Thoughtful, challenging, and stylishly written, Govind’s study brims with both analytical and normative insight. For example, its account of the development of international law can be profitably compared to work in the field such as Anthonie Anghie’s Imperialism, Sovereignty and the Making of International Law (2007). To observe that the account provided in The King’s Plunder, The King’s Bodies so emphatically resists the familiar approach of reading the protracted catalogue of great thinkers against the grain, is, in itself, to pay Govind’s study the highest of compliments – without casting aspersions on Anghie’s classic.
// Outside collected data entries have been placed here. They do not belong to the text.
"""The report asked back of poppler: fonts embedded, words to be found, an outline, the paper asked for, no page half empty, the same
bytes twice; for a record with no dips and for one with many."""
import os
import pathlib
import re
import shutil
import subprocess
import sys
import tempfile

from asking import Checks, skip

for tool in ("pdffonts", "pdftotext", "pdfinfo", "pdftohtml", "pdftoppm"):
    if not shutil.which(tool):
        skip(tool)

HEADINGS = ["The record", "What was found", "The whole record", "The noise", "What would have been missed", "Repeats", "Settings", "Where this comes from"]


def recipe(n_dips):
    text = "[record]\nstart = 2041-03-03T00:00:00\ndays = %d\ncadence_s = 1800\nseed = 5\n[noise]\npreset = quiet-sun\nwhite_ppm = 8\n" % (
        16 + 1.5 * n_dips)
    for i in range(n_dips):
        hours = 60 + 36 * i
        text += "[planet p%d]\nmiddle = 2041-%s:00:00\ndepth_ppm = %d\nimpact = 0.3\nduration_h = 6\n" % (
            i, "%02d-%02dT%02d" % (3 + (2 + hours // 24) // 31, (2 + hours // 24) % 31 + 1, hours % 24), 500 + 100 * (i % 4))
    return text


def said(*command):
    return subprocess.run([str(word) for word in command], check=True, capture_output=True, text=True).stdout


def filled(path, page):
    """How far down the page something stands above its foot, as a fraction of what may hold anything."""
    image = subprocess.run(["pdftoppm", "-gray", "-r", "30", "-f", str(page), "-l", str(page), path], check=True, capture_output=True).stdout
    width, height = (int(n) for n in re.match(rb"P5\s+(\d+)\s+(\d+)\s+255\s", image).groups())
    pixels = image[-width * height:]
    top, foot = int(height * 46 / 842), int(height * (1 - 56 / 792))
    inked = [y for y in range(top, foot) if min(pixels[y * width:(y + 1) * width]) < 245]
    return (max(inked) - top) / (foot - top) if inked else 0


def scan(folder, out, paper):
    said(os.environ["ANT_CLI"], "scan", folder / "record.csv", "--out", folder / out, "--set", "paper=" + paper)


def check(checks, folder, n_dips):
    name = "%d planted" % n_dips
    (folder / "small.recipe").write_text(recipe(n_dips))
    said(os.environ["ANT_CLI"], "simulate", folder / "small.recipe", "--out", folder / "record.csv", "--force")
    scan(folder, "one", "A4")
    path = folder / "one" / "report.pdf"
    fonts = [line.split() for line in said("pdffonts", path).split("\n")[2:] if line]
    checks.within("%s: every font is embedded: not" % name, sum(line[-5] != "yes" for line in fonts) + (not fonts), 0)
    text, info = said("pdftotext", "-layout", path, "-"), said("pdfinfo", path)
    rows = [line for line in (folder / "one" / "dips.csv").read_text().split("\n") if line[:1].isdigit()]
    checks.within("%s: the dips that were planted are listed: departures" % name, abs(len(rows) - n_dips), n_dips // 10)
    utc = [row.split(",")[5][:16].replace("T", " ") for row in rows]
    checks.within("%s: each middle stands in the list and over its close-up: missing" % name, sum(text.count(t) < 2 for t in utc), 0)
    checks.within("%s: the headings can be searched: missing" % name, sum(h not in text for h in HEADINGS), 0)
    sha = re.search(r"# SHA-256: (\w+)", (folder / "one" / "dips.csv").read_text()).group(1)
    checks.within("%s: checksum, version and chance are told: missing" % name, sum(w not in text for w in (sha, "Antumbra 0.", "Noise alone")), 0)
    outline = said("pdftohtml", "-xml", "-i", "-stdout", path).partition("<outline>")[2]
    checks.within("%s: the headings are in the outline: missing" % name, sum(h not in outline for h in HEADINGS), 0)
    pages = int(re.search(r"Pages:\s+(\d+)", info).group(1))
    checks.within("%s: every page is numbered: missing" % name, sum("%d of %d" % (p, pages) not in text for p in range(1, pages + 1)), 0)
    checks.within("%s: A4 is A4: not" % name, "595.276 x 841.89" not in info, 0)
    check_filled(checks, name, path)


def check_filled(checks, name, report):
    n = int(re.search(r"Pages:\s+(\d+)", said("pdfinfo", report)).group(1))
    checks.within("%s: no page but the last is half empty: emptiest part" % name, 1 - min(filled(report, p) for p in range(1, n)), 0.5)


def check_again(checks, folder):
    scan(folder, "two", "A4")
    scan(folder, "letter", "letter")
    one, two, letter = (folder / out / "report.pdf" for out in ("one", "two", "letter"))
    checks.within("two reports have the same bytes: differ", one.read_bytes() != two.read_bytes(), 0)
    checks.within("letter is letter: not", "612 x 792" not in said("pdfinfo", letter), 0)
    check_filled(checks, "on letter paper", letter)


def main():
    os.environ["SOURCE_DATE_EPOCH"] = "2240000000"
    checks = Checks()
    for n_dips in (0, 1, 13):
        with tempfile.TemporaryDirectory() as folder:
            check(checks, pathlib.Path(folder), n_dips)
            if n_dips > 1:
                check_again(checks, pathlib.Path(folder))
    checks.end()


if __name__ == "__main__":
    sys.exit(main())
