/* verb-predict.c - `antumbra-cli predict`: what crosses the Sun for an observer, and what a record shows of it. */
#include <gio/gio.h>
#include <glib/gi18n.h>
#include <math.h>

#include "cli/exit-code.h"
#include "cli/predict-print.h"
#include "cli/record-options.h"
#include "cli/settings-options.h"
#include "cli/verbs.h"
#include "data/sky-words.h"
#include "jobs/sky-job.h"
#include "jobs/stop.h"
#include "readers/observer-reader.h"

typedef struct
{
  char *from, *to, *observer, *record;
  gboolean json;
  AntRecordOptions reading;
  AntSettingsOptions given;
} Options;

static void
options_clear (Options *options)
{
  g_free (options->from);
  g_free (options->to);
  g_free (options->observer);
  g_free (options->record);
  ant_record_options_clear (&options->reading);
  ant_settings_options_clear (&options->given);
}

static AntRecord *
load (const Options *options, const AntSettings *settings, GCancellable *stop, GError **error)
{
  g_autoptr (AntRecord) record = ant_record_options_read (&options->reading, options->record, stop, error);
  if (!record)
    return NULL;
  AntGridOptions grid = ant_settings_grid (settings);
  gboolean good = ant_record_options_good (&options->reading, &grid, error) && ant_record_make_grid (record, &grid, error);
  g_clear_pointer (&grid.good_values, g_array_unref);
  return good ? g_steal_pointer (&record) : NULL;
}

/* The asked span; where an end is not given, the record's. */
static gboolean
span_of (const Options *options, const AntRecord *record, double *from_tt_d, double *to_tt_d, GError **error)
{
  double origin = record ? ant_time_reference_tt_origin (&record->time) : NAN;
  if (record)
    {
      *from_tt_d = origin + record->series.start_d;
      *to_tt_d = origin + ant_series_time (&record->series, (double) record->series.n - 1);
    }
  return (!options->from || ant_sky_time_parse (options->from, from_tt_d, error))
         && (!options->to || ant_sky_time_parse (options->to, to_tt_d, error));
}

/* Without a record, events with nothing measured. */
static GArray *
sightings_of (const GArray *events)
{
  GArray *sightings = g_array_sized_new (FALSE, FALSE, sizeof (AntSighting), events->len);
  for (guint i = 0; i < events->len; i++)
    {
      AntSighting sighting = ant_sighting_new (&g_array_index (events, AntSkyEvent, i), 0);
      g_array_append_val (sightings, sighting);
    }
  return sightings;
}

/* Those of the record's span that also overlap the asked one, measured. */
static GArray *
look_into (const AntRecord *record, const AntObserverChoice *choice, const AntSettings *settings, double from_tt_d,
           double to_tt_d, GCancellable *stop, GError **error)
{
  g_autoptr (GArray) sightings = ant_sky_job_sightings (record, choice, settings, stop, error);
  if (!sightings)
    return NULL;
  for (guint i = 0; i < sightings->len;)
    {
      AntSighting *sighting = &g_array_index (sightings, AntSighting, i);
      if (sighting->event.end_tt_d < from_tt_d || sighting->event.start_tt_d > to_tt_d)
        g_array_remove_index (sightings, i);
      else if (g_cancellable_set_error_if_cancelled (stop, error)
               || !ant_sky_job_measure (record, choice, settings, sighting, error))
        return NULL;
      else
        i++;
    }
  return g_steal_pointer (&sightings);
}

static int
run (const Options *options)
{
  g_autoptr (GError) error = NULL;
  g_autoptr (AntRecord) record = NULL;
  g_autoptr (GArray) sightings = NULL, events = NULL;
  AntSettings settings;
  double from_tt_d = NAN, to_tt_d = NAN;
  GCancellable *stop = ant_stop_on_signals ();
  if (!ant_settings_options_apply (&options->given, &settings, &error))
    return ant_cli_fail (error);
  g_autoptr (AntObserverChoice) choice = ant_observer_open (options->observer ? options->observer : "earth", &error);
  if (!choice || (options->record && !(record = load (options, &settings, stop, &error)))
      || !span_of (options, record, &from_tt_d, &to_tt_d, &error))
    return ant_cli_fail (error);
  if (record)
    sightings = look_into (record, choice, &settings, from_tt_d, to_tt_d, stop, &error);
  else if ((events = ant_sky_job_predict (choice, &settings, from_tt_d, to_tt_d, stop, &error)))
    sightings = sightings_of (events);
  if (!sightings)
    return ant_cli_fail (error);
  if (options->json)
    ant_predict_print_json (sightings, record != NULL);
  else
    ant_predict_print (sightings, choice, &settings, from_tt_d, to_tt_d, record != NULL);
  return ANT_EXIT_DONE;
}

int
ant_verb_predict (int argc, char **argv)
{
  Options options = { 0 };
  const GOptionEntry entries[] = {
    { "from", 0, 0, G_OPTION_ARG_STRING, &options.from, N_("from this time: ISO 8601 in UTC, or a JD; of a record its start"), N_("TIME") },
    { "to", 0, 0, G_OPTION_ARG_STRING, &options.to, N_("up to this time; of a record its end"), N_("TIME") },
    { "observer", 0, 0, G_OPTION_ARG_FILENAME, &options.observer,
      N_("who watches: the Earth's centre, somebody near L1, a site, or a table of positions (time, x, y, z in km)"),
      N_("earth|l1|site:LON,LAT,HEIGHT_M|FILE") },
    { "record", 0, 0, G_OPTION_ARG_FILENAME, &options.record, N_("tell what this record shows at each event"), N_("FILE") },
    { "json", 0, 0, G_OPTION_ARG_NONE, &options.json, N_("print JSON"), NULL },
    { NULL }
  };
  g_autoptr (GOptionContext) context = g_option_context_new (NULL);
  g_option_context_set_summary (context, _("Predicts crossings of Mercury and Venus and eclipses for an observer."));
  g_option_context_add_main_entries (context, entries, NULL);
  ant_record_options_add (context, &options.reading);
  ant_settings_options_add (context, &options.given);

  g_autoptr (GError) error = NULL;
  int code;
  if (!g_option_context_parse (context, &argc, &argv, &error))
    code = ant_cli_fail (error);
  else if (argc != 1)
    code = ant_cli_fail_usage (_("predict: found “%s”, expected options only"), argv[1]);
  else if (!options.record && !(options.from && options.to))
    code = ant_cli_fail_usage (_("predict: found no span, expected --from and --to, or --record"));
  else
    code = run (&options);
  options_clear (&options);
  return code;
}
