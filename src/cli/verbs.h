/* verbs.h - what the command can do: one function per verb, and the table that names them.
 * A verb gets its own arguments with argv[0] the verb, prints its results on standard output and returns an
 * AntExitCode; what it says about an error is one line (exit-code.h). */
#pragma once

#include <glib.h>

typedef struct
{
  const char *name;
  const char *summary; /* N_() marked, without a full stop */
  int (*run) (int argc, char **argv);
} AntVerb;

extern const AntVerb ant_verb_table[];
extern const gsize ant_n_verbs;

/* NULL if there is none of that name. */
const AntVerb *ant_verb_find (const char *name);
/* What --help prints. Caller frees. */
char *ant_verbs_help (void);

int ant_verb_info (int argc, char **argv);
int ant_verb_predict (int argc, char **argv);
int ant_verb_scan (int argc, char **argv);
int ant_verb_settings (int argc, char **argv);
int ant_verb_simulate (int argc, char **argv);
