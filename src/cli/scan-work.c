/* scan-work.c - bring record, analysis and options together. */
#include "cli/scan-work.h"

#include <glib/gi18n.h>
#include <math.h>

#include "data/analysis-text.h"
#include "data/error.h"
#include "data/exclusions.h"
#include "jobs/record-open.h"
#include "readers/observer-reader.h"

void
ant_scan_work_add (GOptionContext *context, AntScanWork *work)
{
  const GOptionEntry entries[] = {
    { "from", 0, 0, G_OPTION_ARG_FILENAME_ARRAY, &work->from,
      N_("use the record from this time; or an analysis file to go on with: its record, reading, settings and masks"),
      N_("TIME|FILE.antumbra") },
    { "to", 0, 0, G_OPTION_ARG_STRING, &work->to, N_("use the record up to this time"), N_("TIME") },
    { "exclude", 0, 0, G_OPTION_ARG_FILENAME, &work->exclude,
      N_("leave out spans: lines of start, end, reason, or an earlier flags.csv"), N_("FILE") },
    { "observer", 0, 0, G_OPTION_ARG_FILENAME, &work->observer,
      N_("who took the record: what crossed the Sun there and then is evidence for the verdicts"), N_("earth|l1|site:LON,LAT,HEIGHT_M|FILE") },
    { NULL }
  };
  g_option_context_add_main_entries (context, entries, NULL);
  ant_record_options_add (context, &work->reading);
  ant_settings_options_add (context, &work->given);
  ant_witness_options_add (context, &work->witness);
}

void
ant_scan_work_clear (AntScanWork *work)
{
  g_clear_pointer (&work->from, g_strfreev);
  g_clear_pointer (&work->to, g_free);
  g_clear_pointer (&work->exclude, g_free);
  g_clear_pointer (&work->observer, g_free);
  ant_record_options_clear (&work->reading);
  ant_settings_options_clear (&work->given);
  ant_witness_options_clear (&work->witness);
}

/* A time never names a file that is there and ends so. */
static gboolean
is_file (const char *from)
{
  return ant_analysis_is_name (from) && g_file_test (from, G_FILE_TEST_EXISTS);
}

const char *
ant_scan_work_file (const AntScanWork *work)
{
  for (char **from = work->from; from && *from; from++)
    if (is_file (*from))
      return *from;
  return NULL;
}

/* The analysis of the file with nothing found yet, or a new one. */
static AntAnalysis *
begin_analysis (const AntScanWork *work, GError **error)
{
  const char *file = ant_scan_work_file (work);
  g_autofree char *newer = NULL;
  AntAnalysis *analysis = file ? ant_analysis_load (file, &newer, error) : ant_analysis_new ();
  if (newer)
    g_printerr ("antumbra-cli: %s\n", newer);
  if (analysis)
    ant_analysis_drop_results (analysis);
  return analysis;
}

static AntRecord *
read_record (const AntScanWork *work, const AntAnalysis *analysis, const char *path, GCancellable *stop, GError **error)
{
  AntReadingChoices choices;
  AntRecord *record = NULL;
  const char *kept = ant_analysis_get_record_path (analysis);
  if (!path && !kept)
    {
      g_set_error (error, ANT_ERROR, ANT_ERROR_USAGE, _("%s: names no record; expected one as argument"),
                   ant_scan_work_file (work));
      return NULL;
    }
  ant_reading_choices_copy (&ant_analysis_get_treatment (analysis)->reading, &choices);
  if (ant_record_options_choose (&work->reading, &choices, error))
    record = ant_record_open (path ? path : kept, &choices, 0, stop, error);
  ant_reading_choices_clear (&choices);
  if (!record && !path)
    g_prefix_error (error, _("the record of %s: "), ant_scan_work_file (work));
  return record;
}

static gboolean
exclude (AntTreatment *treatment, const char *path, const AntTimeReference *time, GError **error)
{
  g_autoptr (GArray) spans = ant_exclusions_read (path, time, error);
  for (guint i = 0; spans && i < spans->len; i++)
    ant_treatment_mask (treatment, g_array_index (spans, AntSpan, i), ANT_MASK_EXCLUDED, "");
  return spans != NULL;
}

/* The options on top of the analysis's own treatment. */
static AntTreatment *
treat (const AntScanWork *work, const AntAnalysis *analysis, const AntRecord *record, GError **error)
{
  g_autoptr (AntTreatment) treatment = ant_treatment_copy (ant_analysis_get_treatment (analysis));
  if (!ant_record_options_choose (&work->reading, &treatment->reading, error)
      || !ant_settings_options_add_to (&work->given, &treatment->settings, error))
    return NULL;
  if (work->reading.good)
    {
      g_free (treatment->good);
      treatment->good = g_strdup (work->reading.good);
    }
  if (work->observer)
    {
      g_autoptr (AntObserverChoice) choice = ant_observer_open (work->observer, error);
      if (!choice)
        return NULL;
      g_free (treatment->observer);
      treatment->observer = choice->observer.kind == ANT_OBSERVER_TABLE ? g_canonicalize_filename (work->observer, NULL)
                                                                       : g_strdup (work->observer);
    }
  for (char **from = work->from; from && *from; from++)
    if (!is_file (*from) && !ant_time_reference_parse (&record->time, *from, &treatment->from_d, error))
      return NULL;
  if (work->to && !ant_time_reference_parse (&record->time, work->to, &treatment->to_d, error))
    return NULL;
  if (!ant_witness_options_add_to (&work->witness, treatment->witnesses, error))
    return NULL;
  if (work->exclude && !exclude (treatment, work->exclude, &record->time, error))
    return NULL;
  return g_steal_pointer (&treatment);
}

/* The values at 1 au or not by the observer's own places. */
static gboolean
lay_grid (AntRecord *record, const AntTreatment *treatment, GError **error)
{
  AntGridOptions grid;
  g_autoptr (AntObserverChoice) choice = treatment->observer ? ant_observer_open (treatment->observer, error) : NULL;
  if ((treatment->observer && !choice) || !ant_treatment_grid (treatment, &grid, error))
    return FALSE;
  grid.observer = choice ? &choice->observer : NULL;
  gboolean good = ant_record_make_grid (record, &grid, error);
  ant_grid_options_clear (&grid);
  return good;
}

/* Options that make no sense are told before a long record is read. */
static gboolean
try_options (const AntScanWork *work, GError **error)
{
  AntSettings settings;
  AntGridOptions grid = ANT_GRID_OPTIONS_INIT;
  gboolean good = ant_settings_options_apply (&work->given, &settings, error)
                  && ant_record_options_good (&work->reading, &grid, error);
  ant_grid_options_clear (&grid);
  return good;
}

/* Settings that change no result, such as the report's paper, are kept too. */
static gboolean
differs (const AntTreatment *one, const AntTreatment *other)
{
  for (gsize i = 0; i < ant_n_settings; i++)
    if (ant_setting_get (&ant_setting_table[i], &one->settings) != ant_setting_get (&ant_setting_table[i], &other->settings))
      return TRUE;
  return !ant_treatment_same (one, other);
}

AntAnalysis *
ant_scan_work_begin (const AntScanWork *work, const char *path, gboolean no_repeats, GCancellable *stop, AntRecord **record,
                     GPtrArray **comparisons, GError **error)
{
  g_autoptr (AntAnalysis) analysis = try_options (work, error) ? begin_analysis (work, error) : NULL;
  g_autoptr (AntRecord) read = analysis ? read_record (work, analysis, path, stop, error) : NULL;
  if (!read)
    return NULL;
  g_autofree char *changed = ant_analysis_take_record (analysis, read);
  if (changed)
    g_printerr ("antumbra-cli: %s\n", changed);
  g_autoptr (AntTreatment) treatment = treat (work, analysis, read, error);
  if (treatment && no_repeats)
    treatment->settings.repeats = 0;
  g_autoptr (GPtrArray) compared = NULL;
  if (treatment && lay_grid (read, treatment, error))
    compared = ant_witnesses_open (treatment->witnesses, read, &treatment->settings, stop, error);
  if (!compared)
    return NULL;
  if (differs (treatment, ant_analysis_get_treatment (analysis)))
    ant_analysis_treat (analysis, _("Options of the command"), g_steal_pointer (&treatment));
  *record = g_steal_pointer (&read);
  *comparisons = g_steal_pointer (&compared);
  return g_steal_pointer (&analysis);
}
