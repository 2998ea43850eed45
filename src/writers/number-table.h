/* number-table.h - any table of named columns of numbers under comment lines: floor.csv, spectrum.csv and the like. */
#pragma once

#include "data/record.h"

typedef struct
{
  const char *name;
  const double *number; /* [n_rows]; what is not finite becomes an empty field */
  const char *format;   /* of one double; NULL = "%.10g" */
} AntNumberColumn;

/* The preamble of csv.h with this title, each note as a comment line (NULL-terminated, or NULL), a header, the rows.
 * Caller frees. */
GString *ant_number_table_text (const AntRecord *record, const char *title, const char *const *notes, gsize n_columns,
                                const AntNumberColumn *columns, gsize n_rows);
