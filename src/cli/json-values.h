/* json-values.h - named members of a JSON object as the verbs print them: nothing known is null. */
#pragma once

#include <json-glib/json-glib.h>

void ant_json_text (JsonBuilder *json, const char *name, const char *text); /* NULL and "" are null */
void ant_json_number (JsonBuilder *json, const char *name, double number);  /* NaN and infinities are null */
void ant_json_count (JsonBuilder *json, const char *name, gsize n);
void ant_json_truth (JsonBuilder *json, const char *name, gboolean truth);
/* Print what was built, indented, and end the line. */
void ant_json_print (JsonBuilder *json);
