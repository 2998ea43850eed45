/* table.h - a table as data: what its columns are (name, unit, digits, UCD, meaning) and where its cells come from, said
 * once and written as CSV, as a FITS binary table and as a VOTable.
 *
 * CSV has comment lines in front, numbers with the digits of `format`. FITS (4.0; time keywords of Rots et al. 2015, A&A
 * 574, A36) holds the full double, NaN where a number is not known; its `format` gives the CSV's digits again. VOTable
 * (1.4, with TIMESYS and the UCD1+ of the columns) holds the CSV's digits. The same table gives the same bytes: no date
 * of writing anywhere. Words in tables are not translated: a table is data, and FITS headers know ASCII only.
 *
 * A maker fills in an AntTable on the heap, whose cells are asked for while it is written; what `rows` and `record` point
 * to must live that long. One thread at a time for one table. */
#pragma once

#include "data/record.h"

typedef enum
{
  ANT_CELL_REAL,  /* number () */
  ANT_CELL_WHOLE, /* number (), always known; 32 bits, signed */
  ANT_CELL_TEXT,  /* text () */
  ANT_CELL_BITS,  /* text () in CSV and VOTable, number () of up to 15 bits in FITS */
} AntCellKind;

typedef struct
{
  const char *name;     /* CSV's header, TTYPE, FIELD's name */
  AntCellKind kind;
  const char *format;   /* REAL: printf format of one double */
  const char *unit;     /* as FITS and VOUnits both have it; NULL: none. 10**-6 is ppm */
  const char *ucd;      /* UCD1+ words; NULL: none fits */
  const char *meaning;  /* one line; NULL where the name says it all */
  gboolean is_jd;       /* a JD in the record's own scale and place */
  double (*number) (gconstpointer rows, gsize row); /* NaN: not known */
  char *(*text) (gconstpointer rows, gsize row);    /* the caller's to free */
} AntTableColumn;

/* One more thing to know about a table, a keyword in FITS and an INFO in VOTable: a text, or a number (left out if NaN). */
typedef struct
{
  const char *key;      /* 8 characters at most, A-Z and 0-9 */
  const char *text;     /* NULL: number */
  double number;
  const char *meaning;
} AntTableFact;

typedef struct
{
  const char *title;    /* "Dips"; static */
  const char *name;     /* "DIPS": EXTNAME; static */
  const AntRecord *record;
  GPtrArray *notes;     /* char*: sentences for people; comment lines in CSV and FITS, the description in VOTable */
  GArray *facts;        /* of AntTableFact, whose strings are static */
  GArray *columns;      /* of AntTableColumn */
  gsize n_rows;
  gconstpointer rows;
  GDestroyNotify rows_free; /* NULL: borrowed */
} AntTable;

/* An empty one. */
AntTable *ant_table_new (const char *title, const char *name, const AntRecord *record);
void ant_table_free (AntTable *table); /* NULL is fine */
G_DEFINE_AUTOPTR_CLEANUP_FUNC (AntTable, ant_table_free)
void ant_table_note (AntTable *table, const char *format, ...) G_GNUC_PRINTF (2, 3);
void ant_table_fact_number (AntTable *table, const char *key, double number, const char *meaning);
void ant_table_add_columns (AntTable *table, gsize n, const AntTableColumn *column);
/* Fill in where the rows are. */
void ant_table_set_rows (AntTable *table, gsize n_rows, gconstpointer rows, GDestroyNotify rows_free);

typedef enum
{
  ANT_TABLE_CSV,
  ANT_TABLE_FITS,
  ANT_TABLE_VOTABLE,
} AntTableFormat;
#define ANT_N_TABLE_FORMATS 3

const char *ant_table_ending (AntTableFormat format);       /* ".csv", ".fits", ".vot" */
const char *ant_table_format_name (AntTableFormat format);  /* "csv", "fits", "votable" */
/* From the ending of a path, in any case (.vot, .votable and .xml are VOTables). FALSE with one sentence for another. */
gboolean ant_table_format_of (const char *path, AntTableFormat *format, GError **error);

/* The whole file, in memory. NULL with one sentence (ANT_ERROR_WRITE). */
GBytes *ant_table_bytes (const AntTable *table, AntTableFormat format, GError **error);
/* As CSV. Caller frees. */
GString *ant_table_text (const AntTable *table);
Indeed, Govind’s indirect and elliptical account of the emergence of international law is demonstrative of the distinct brand of insight the historian with regional expertise – arguably, more so than a legal historian – is uniquely positioned to offer.
With respect to the book’s normative insights, The King’s Plunder, the King’s Bodies can perhaps most usefully be summed up by completing the quotation from the Conclusion excerpted at the outset of this review:
[t]his is the ecosystem of ‘trade’ that birthed the empire in India […] It is in this institutional denial of participation in that through which one’s condition is in fact deeply determined that lies the essence of injustice, and to which augments about rights and democracy respond. If the imperial period exhibits this epistemically decoyed circuitry, the subsequent era of nation-states is hardly invulnerable to the same charge.
Indeed, as “a study of empire” comprising “an investigation of justice and jurisdiction” (p. 327, emphasis added), Govind’s work exemplifies what history writing informed by a widely read and theoretically well-versed temperament can achieve: namely, the denaturalization of the world as it seems to have been so as to indirectly illuminate that which may remain less than ideal in our own. And it does so without ever inviting the crude charge of “presentism”.